# OMG She's In Labour!!!



## WSArabians (Apr 14, 2008)

Ahh, she's finally in labour!
And no, NOT the horse, my sister!! 
Tiffanny (FehrGroundRanch) has been announced in active labour! 
I will be an Auntie again before the night is up!! 
:w00t: :w00t:


----------



## JustDressageIt (Oct 4, 2007)

WOOHOO!! About bloody time....!! Yippee!!! Steff, are you going to be there? If so we expect pictures of the new arrival!!


----------



## Iluvjunior (Feb 15, 2009)

Oh finally! Can't wait to see pictures of the little guy


----------



## Dressage10135 (Feb 11, 2009)

YAY!!!! I want pics!!!


----------



## WSArabians (Apr 14, 2008)

JustDressageIt said:


> WOOHOO!! About bloody time....!! Yippee!!! Steff, are you going to be there? If so we expect pictures of the new arrival!!

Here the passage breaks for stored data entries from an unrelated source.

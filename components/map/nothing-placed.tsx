import { ButtonLink } from '@/components/ui/button-link'
import { EmptyState } from '@/components/ui/empty-state'

/** Where no home of the filter has a place. */
export function NothingPlaced({ unplaced }: { unplaced: number }) {
  if (unplaced === 0)
    return (
      <EmptyState title="No home matches" actions={<ButtonLink href="/map">Show every home</ButtonLink>}>
        Take off a filter above. Homes appear on the map as soon as they are in the register and have a place.
      </EmptyState>
    )
  return (
    <EmptyState
      title={
        unplaced === 1
          ? 'This home has no place yet'
          : `None of these ${unplaced.toLocaleString('en-GB')} homes has a place yet`
      }
      actions={<ButtonLink href="/homes">See them in the list</ButtonLink>}
    >
      A home is drawn once its easting and northing, or its latitude and longitude, are known. Import a list
      that has these columns; nothing else of the homes changes.
    </EmptyState>
  )
}
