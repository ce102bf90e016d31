/** What opens over a marker: built from elements, so that no word of a register is ever read as markup. */
import { BOARD_TYPE_NAMES } from '@/lib/homes/board-type'
import { clusterInWords } from './feature-words'
import { type Cluster, type HomePoint } from './homes-on-map'

function element(name: 'p' | 'a' | 'div', className: string, text = ''): HTMLElement {
  const made = document.createElement(name)
  made.className = className
  made.textContent = text
  return made
}

const link = (href: string, text: string): HTMLElement => {
  const made = element('a', 'link link-block font-semibold', text)
  made.setAttribute('href', href)
  return made
}

/** One home, with the way to its page. */
export function homePopup(home: HomePoint): HTMLElement {
  const box = element('div', 'min-w-44 text-sm')
  box.append(
    link(`/homes/${home.id}`, home.address),
    element('p', '', BOARD_TYPE_NAMES[home.boardType]),
    element(
      'p',
      '',
      home.standing.replace(/^./, (letter) => letter.toUpperCase()),
    ),
    element('p', 'tabular-nums', `Score ${Math.round(home.score).toLocaleString('en-GB')}`),
  )
  return box
}

/** Homes that share a place and cannot be drawn apart. */
export function clusterPopup(cluster: Cluster, listHref: string): HTMLElement {
  const box = element('div', 'min-w-52 text-sm')
  box.append(
    element('p', 'font-semibold', 'These homes share a place'),
    element('p', '', clusterInWords(cluster)),
  )
  box.append(link(listHref, 'List them'))
  return box
}
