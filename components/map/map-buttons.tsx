import { Button } from '@/components/ui/button'

export type MapMove = 'in' | 'out' | 'left' | 'right' | 'up' | 'down' | 'all'

const MOVES: readonly (readonly [move: MapMove, name: string, sign: string])[] = [
  ['in', 'Zoom in', '+'],
  ['out', 'Zoom out', '−'],
  ['left', 'Move left', '←'],
  ['up', 'Move up', '↑'],
  ['down', 'Move down', '↓'],
  ['right', 'Move right', '→'],
]

/** Moves the map without dragging. */
export function MapButtons({ onMove }: { onMove: (move: MapMove) => void }) {
  return (
    <div
      role="group"
      aria-label="Move the map"
      className="no-print absolute top-3 left-3 z-[1000] flex max-w-[calc(100%-1.5rem)] flex-wrap gap-1.5"
    >
      {MOVES.map(([move, name, sign]) => (
        <Button
          key={move}
          kind="secondary"
          size="compact"
          className="min-w-8"
          title={name}
          aria-label={name}
          onClick={() => onMove(move)}
        >
          <span aria-hidden="true">{sign}</span>
        </Button>
      ))}
      <Button kind="secondary" size="compact" onClick={() => onMove('all')}>
        All homes
      </Button>
    </div>
  )
}
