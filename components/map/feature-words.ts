/** What a marker stands for, in a line of words. */
import { BOARD_TYPE_NAMES } from '@/lib/homes/board-type'
import { type Cluster, type HomePoint } from './homes-on-map'

/** Above so many features, markers would cover each other and slow the map: dots are drawn. */
export const MOST_MARKERS = 300

const whole = (n: number) => Math.round(n).toLocaleString('en-GB')

/**
 * A home.
 * @example homeInWords(home) // '4 Plumb Lane: rewireable fuses, lapsed, score 1,204'
 */
export const homeInWords = (home: HomePoint): string =>
  `${home.address}: ${BOARD_TYPE_NAMES[home.boardType].replace(/^[A-Z](?![A-Z])/, (letter) => letter.toLowerCase())}, ${home.standing}, score ${whole(home.score)}`

/**
 * Several homes.
 * @example clusterInWords(cluster) // '38 homes: 9 with rewireable fuses, 4 not known; highest score 1,204'
 */
export const clusterInWords = ({ homes, boards, highestScore }: Cluster): string =>
  `${whole(homes)} homes: ${whole(boards.rewireable + boards.mixed)} with rewireable fuses, ${whole(boards.unknown)} not known; highest score ${whole(highestScore)}`
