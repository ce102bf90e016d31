import Link from 'next/link'
import { cellOf } from '@/components/homes/list-cells'
import { ButtonLink } from '@/components/ui/button-link'
import { Cell, HeadCell, Row, RowHead, Table } from '@/components/ui/table'
import { type CalendarDay } from '@/lib/calendar/calendar-day'
import { COLUMN_NAMES } from '@/lib/homes/column-names'
import { listAddress } from '@/lib/homes/filter-names'
import { type Column, type HomeQuery } from '@/lib/homes/home-query'
import { type HomeRow } from '@/lib/homes/home-row'

const SHOWN: readonly Column[] = ['board', 'cover', 'standing', 'defects', 'score']
const whole = (n: number) => n.toLocaleString('en-GB')

type Props = {
  query: HomeQuery
  list: { readonly rows: readonly HomeRow[]; readonly next: string | null; readonly total: number }
  today: CalendarDay
}

/** The homes in the part of the map on screen as a table, highest score first; the whole filter where no part is chosen. */
export function HomesInView({ query, list, today }: Props) {
  const more = list.total - list.rows.length
  return (
    <section aria-labelledby="homes-in-view">
      <div className="mb-3 flex flex-wrap items-end justify-between gap-x-4 gap-y-2">
        <div>
          <h2 id="homes-in-view" className="text-xl">
            Homes in view
          </h2>
          <p className="text-sm text-slate">
            {whole(list.total)} {list.total === 1 ? 'home' : 'homes'}
            {query.within ? ' in this part of the map' : ', with and without a place'}
            {more > 0 && `; the ${whole(list.rows.length)} with the highest scores are shown`}.
          </p>
        </div>
        <ButtonLink href={listAddress(query)} kind="secondary" size="compact">
          Open these in the list
        </ButtonLink>
      </div>
      {list.rows.length === 0 ? (
        <p className="border border-line bg-surface px-4 py-6 text-slate">
          No home in this part of the map. Move it, or zoom out.
        </p>
      ) : (
        <Table caption="Table of homes in view">
          <thead>
            <tr>
              <HeadCell>Home</HeadCell>
              {SHOWN.map((column) => (
                <HeadCell key={column} numeric={column === 'score'}>
                  {COLUMN_NAMES[column]}
                </HeadCell>
              ))}
            </tr>
          </thead>
          <tbody>
            {list.rows.map((home) => (
              <Row key={home.id}>
                <RowHead className="min-w-44">
                  <Link
                    href={`/homes/${home.id}`}
                    prefetch={false}
                    className="link-block text-ink underline-offset-4 hover:text-copper hover:underline"
                  >
                    {home.address}
                  </Link>
                  <span className="block text-sm font-normal text-slate">
                    {[home.postcode, home.patch?.name, !home.place && 'no place yet']
                      .filter(Boolean)
                      .join(' · ')}
                  </span>
                </RowHead>
                {SHOWN.map((column) => (
                  <Cell key={column} numeric={column === 'score'}>
                    {cellOf(column, home, today)}
                  </Cell>
                ))}
              </Row>
            ))}
          </tbody>
        </Table>
      )}
    </section>
  )
}
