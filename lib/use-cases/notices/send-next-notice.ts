import { deployment } from '@/db/connection'
import * as outbox from '@/db/repositories/outbox'
import { sendMail } from '@/lib/gateways/mail'
import { now } from '@/lib/platform/clock'
import { log } from '@/lib/platform/log'

const LEASE_SECONDS = 60
const MOST_ATTEMPTS = 8

/** Longer after each failure: 5 s, 15 s, 45 s and so on, an hour at most. */
const pauseAfter = (attempts: number) => Math.min(3_600_000, 5_000 * 3 ** (attempts - 1))

/**
 * Claims the next notice that is due and hands it to the mail server.
 * @returns whether there was one
 */
export async function sendNextNotice(owner: string): Promise<boolean> {
  const scope = deployment()
  const notice = await outbox.claim(scope, owner, LEASE_SECONDS)
  if (!notice) return false
  const about = { notice: notice.id, organisation: notice.organisationId, attempt: notice.attempts }
  try {
    await sendMail({
      id: notice.id,
      to: notice.to,
      subject: notice.subject,
      text: notice.text,
      html: notice.html,
    })
  } catch (thrown) {
    const why = thrown instanceof Error ? thrown.message : String(thrown)
    const giveUp = notice.attempts >= MOST_ATTEMPTS
    await outbox.markFailed(
      scope,
      notice,
      why,
      giveUp ? null : new Date(now().getTime() + pauseAfter(notice.attempts)),
    )
    log().warn({ ...about, gaveUp: giveUp, error: why }, 'notice not sent')
    return true
  }
  const mine = await outbox.markSent(scope, notice)
  log().info({ ...about, leaseKept: mine }, 'notice sent')
  return true
}
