import { ListFilters } from '@/components/homes/list-filters'
import { ButtonLink } from '@/components/ui/button-link'
import { EmptyState } from '@/components/ui/empty-state'
import { PageHeader } from '@/components/ui/page-header'
import { type CalendarDay } from '@/lib/calendar/calendar-day'
import { type FilterChoice, FIXED_CHOICES } from '@/lib/homes/filter-names'
import { type HomeQuery } from '@/lib/homes/home-query'
import { type HomeRow } from '@/lib/homes/home-row'
import { HomesInView } from './homes-in-view'
import { MapLegend } from './map-legend'
import { MapPanel } from './map-panel'
import { type Tiles } from './map-sheet'

type Props = {
  query: HomeQuery
  list: {
    readonly rows: readonly HomeRow[]
    readonly next: string | null
    readonly total: number
    readonly all: number
  }
  patches: readonly FilterChoice[]
  blocks: readonly FilterChoice[]
  tiles: Tiles | null
  today: CalendarDay
  mayImport: boolean
}

/** Where the homes are, what is on their walls, and the same as a table. */
export function MapScreen({ query, list, patches, blocks, tiles, today, mayImport }: Props) {
  if (list.all === 0)
    return (
      <>
        <PageHeader title="Map" />
        <EmptyState
          title="No homes to map yet"
          actions={mayImport && <ButtonLink href="/imports/new">Import a stock list</ButtonLink>}
        >
          {mayImport
            ? 'Bring the list of homes as you keep it. Homes with an easting and northing, or a latitude and longitude, are drawn at once.'
            : 'Homes appear here as soon as your compliance manager has brought them in, or given you a patch.'}
        </EmptyState>
      </>
    )
  return (
    <>
      <PageHeader
        title="Map"
        sub="Homes of the filter where they stand. The table below holds the same homes."
      />
      <div className="mb-3">
        <ListFilters
          query={query}
          choices={{ ...FIXED_CHOICES, patch: patches, block: blocks }}
          path="/map"
        />
      </div>
      <div className="flex flex-col gap-6">
        <MapPanel query={query} tiles={tiles} />
        <MapLegend />
        <HomesInView query={query} list={list} today={today} />
      </div>
    </>
  )
}
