/** How the ground is drawn: every colour mixed from the program's own, every width in metres on the ground. */
import { type PathOptions } from 'leaflet'
import { mixColours } from './mix-colours'

/** Reads a colour token of the page, `paper` or `verdigris`: #RRGGBB. */
export type Token = (name: string) => string

export type RoadClass = 'main' | 'street' | 'lane' | 'close' | 'walk' | 'rail'

/** [metres, least pixels, first zoom at which it is drawn] */
const ROADS: Record<RoadClass, readonly [metres: number, least: number, from: number]> = {
  main: [11, 2, 0],
  street: [8, 1, 13],
  close: [7, 0.8, 14],
  lane: [5, 0.8, 13],
  walk: [1.8, 0.8, 15],
  rail: [3, 1.2, 0],
}
export const BUILDINGS_FROM = 14

/** Metres that a pixel covers. @source equator of 40,075,016.686 m over tiles of 256 px, shortened by the latitude */
export const metresAPixel = (zoom: number, latitude: number): number =>
  (40_075_016.686 * Math.cos((latitude * Math.PI) / 180)) / (256 * 2 ** zoom)

const HIDDEN: PathOptions = { stroke: false, fill: false }

/** Whether the page is dark: its paper is nearer to black than to white. */
const isDark = (token: Token) => mixColours(token('paper'), '#000000', 1) < '#80'

/** The open sea, and every other water: the blue of the drawings on its own wash. */
export const waterColour = (token: Token): string =>
  mixColours(
    mixColours(token('blueprint'), token('verdigris'), 0.5),
    token('blueprint-wash'),
    isDark(token) ? 0.04 : 0.17,
  )

/** An area of land, water or green by its kind. */
export function areaLook(kind: string, token: Token): PathOptions {
  const paper = token('paper')
  const mixed = (name: string, share: number) => mixColours(token(name), paper, share)
  const leaf = mixColours(token('verdigris'), token('amber'), 0.62)
  const green = (share: number) => mixColours(leaf, paper, share)
  const fill: Record<string, string> = {
    land: mixed('surface', 0.35),
    'built-up': mixed('plate', 0.45),
    water: waterColour(token),
    park: green(0.24),
    pitch: green(0.32),
    wood: green(0.4),
    allotment: green(0.16),
    field: green(0.08),
    marsh: mixColours(waterColour(token), green(0.3), 0.4),
    beach: mixed('amber', 0.2),
    pier: mixed('slate', 0.3),
  }
  const shore =
    kind === 'land' ? { stroke: true, color: mixed('blueprint', 0.35), weight: 1 } : { stroke: false }
  return { ...shore, fillColor: fill[kind] ?? paper, fillOpacity: 1 }
}

/** A road's edge (`casing`) or its surface. */
export function roadLook(
  kind: RoadClass,
  layer: 'casing' | 'surface',
  zoom: number,
  latitude: number,
  token: Token,
): PathOptions {
  const [metres, least, from] = ROADS[kind]
  if (zoom < from || (kind === 'rail' && layer === 'casing')) return HIDDEN
  const width = Math.max(least, metres / metresAPixel(zoom, latitude))
  const edge = mixColours(token('slate'), token('paper'), 0.34)
  if (kind === 'rail') return { color: token('slate'), weight: Math.max(1.2, width * 0.7), lineCap: 'butt' }
  if (kind === 'walk')
    return layer === 'casing'
      ? HIDDEN
      : { color: mixColours(token('slate'), token('paper'), 0.5), weight: 1.2, dashArray: '4 3' }
  if (layer === 'casing') return { color: edge, weight: width + (zoom < 15 ? 0.8 : 1.6), lineCap: 'round' }
  const plain = isDark(token) ? mixColours(token('slate'), token('paper'), 0.32) : token('surface')
  const surface = kind === 'main' ? mixColours(token('copper'), plain, 0.2) : plain
  return { color: surface, weight: width, lineCap: 'round' }
}

/** Buildings are stretches as thick as they are deep. */
export function buildingLook(
  kind: string,
  depth: number,
  zoom: number,
  latitude: number,
  token: Token,
): PathOptions {
  if (zoom < BUILDINGS_FROM) return HIDDEN
  const share = { house: 0.3, block: 0.45, landmark: 0.55 }[kind] ?? 0.3
  return {
    color: mixColours(token('edge'), token('paper'), share),
    weight: Math.max(1, depth / metresAPixel(zoom, latitude)),
    lineCap: 'butt',
  }
}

Isn't it?! I thought she was going to hold onto it forever! :lol:
Unfortantely I won't be there... Last time she shouted obsencities and the nurse and threw things across the room, so it was entertaining! 
I would, but I don't have the insurance on my car sorted out, am up to my (*(&(&* in work. 
I WILL get pics, though! Camera phones are ingenious. 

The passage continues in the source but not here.